**Assignment**
Could you print all of the data below again, exactly?

**Saved data entries**

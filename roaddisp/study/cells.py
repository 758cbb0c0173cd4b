"""Single cells: what they hold, and as which number they can be taken."""

from __future__ import annotations

from typing import Any

import numpy as np

from roaddisp.quantities import FromMass, QuantityError, parse_number, parse_quantity
from roaddisp.study.raw import as_text


def is_number(cell: Any) -> bool:
    """Whether a cell is a number already, and no truth value."""
    return isinstance(cell, int | float | np.number) and not isinstance(cell, bool | np.bool_)


def is_nothing(cell: Any) -> bool:
    """Whether a cell is empty or a plain zero."""
    text = as_text(cell)
    if not text:
        return True
    try:
        return parse_number(text.split(" ")[0]) == 0.0
    except QuantityError:
        return False


def taken(text: str, quantity: str, from_mass: FromMass | None) -> float | QuantityError:
    """Read a number (with its unit, where a quantity is named); NaN where empty."""
    if not text.strip():
        return float("nan")
    try:
        if quantity:
            return parse_quantity(text, quantity, from_mass=from_mass)
        return parse_number(text)
    except QuantityError as error:
        return error


def bound(value: float) -> str:
    """Write a limit of a range."""
    if np.isinf(value):
        return "any"
    return f"{value:g}" if abs(value) < 1e6 else f"{value:.0f}"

**Problem solution**
filename roaddisp/study/cells.py
repository 758cbb0c0173cd4b
"""Single cells: what they hold, and as which number they can be taken."""

from __future__ import annotations

from typing import Any

import numpy as np

from roaddisp.quantities import FromMass, QuantityError, parse_number, parse_quantity
from roaddisp.study.raw import as_text


def is_number(cell: Any) -> bool:
    """Whether a cell is a number already, and no truth value."""
    return isinstance(cell, int | float | np.number) and not isinstance(cell, bool | np.bool_)


def is_nothing(cell: Any) -> bool:
    """Whether a cell is empty or a plain zero."""
    text = as_text(cell)
    if not text:
        return True
    try:
        return parse_number(text.split(" ")[0]) == 0.0
    except QuantityError:
        return False


def taken(text: str, quantity: str, from_mass: FromMass | None) -> float | QuantityError:
    """Read a number (with its unit, where a quantity is named); NaN where empty."""
    if not text.strip():
        return float("nan")
    try:
        if quantity:
            return parse_quantity(text, quantity, from_mass=from_mass)
        return parse_number(text)
    except QuantityError as error:
        return error


def bound(value: float) -> str:
    """Write a limit of a range."""
    if np.isinf(value):
        return "any"
    return f"{value:g}" if abs(value) < 1e6 else f"{value:.0f}"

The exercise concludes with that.